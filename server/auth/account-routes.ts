import { Router } from 'express';
import { accountActivityRoute, accountProfileRoute, accountRenameRoute, passwordChangeRoute, signOutEverywhereRoute } from '../../shared/api/account.js';
import type { Db } from '../db/client.js';
import { mountRoute } from '../http/mount-route.js';
import type { AccountService } from './account-service.js';
import { signedInUser } from './authenticate.js';
import { openSession } from './open-session.js';
import { clearSessionCookies } from './session-cookies.js';

interface AccountRouteDeps {
  db: Db;
  account: AccountService;
  jwtSecret: string;
  secureCookies: boolean;
}

/** /api/account: what concerns the signed-in person's own account. */
export function accountRoutes(d: AccountRouteDeps): Router {
  const router = Router();

  mountRoute(router, accountProfileRoute, (_input, req) => d.account.profile(signedInUser(req).id));

  mountRoute(router, accountRenameRoute, ({ body }, req) => d.account.rename(signedInUser(req).id, body.name));

  // The change ends every session; a browser that made it gets a fresh one and stays signed in.
  mountRoute(router, passwordChangeRoute, async ({ body }, req, res) => {
    const user = signedInUser(req);
    await d.account.changePassword(user.id, body.currentPassword, body.newPassword);
    if (req.auth?.via === 'cookie') await openSession(d.db, req, res, user.id, { jwtSecret: d.jwtSecret, secureCookies: d.secureCookies });
  });

  mountRoute(router, signOutEverywhereRoute, async (_input, req, res) => {
    const answer = await d.account.signOutEverywhere(signedInUser(req).id);
    clearSessionCookies(res, d.secureCookies);
    return answer;
  });

  // Sign-ins (and failed ones), sign-outs, resets, tokens, role changes, mail of theirs the operator read.
  mountRoute(router, accountActivityRoute, ({ query }, req) => d.account.activity(signedInUser(req).id, query.limit));

  return router;
}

**EXERCISE**:
State how many lines of the data contain the word "accountActivityRoute". Nothing besides the number belongs in the reply.

**YOUR RESPONSE**:
2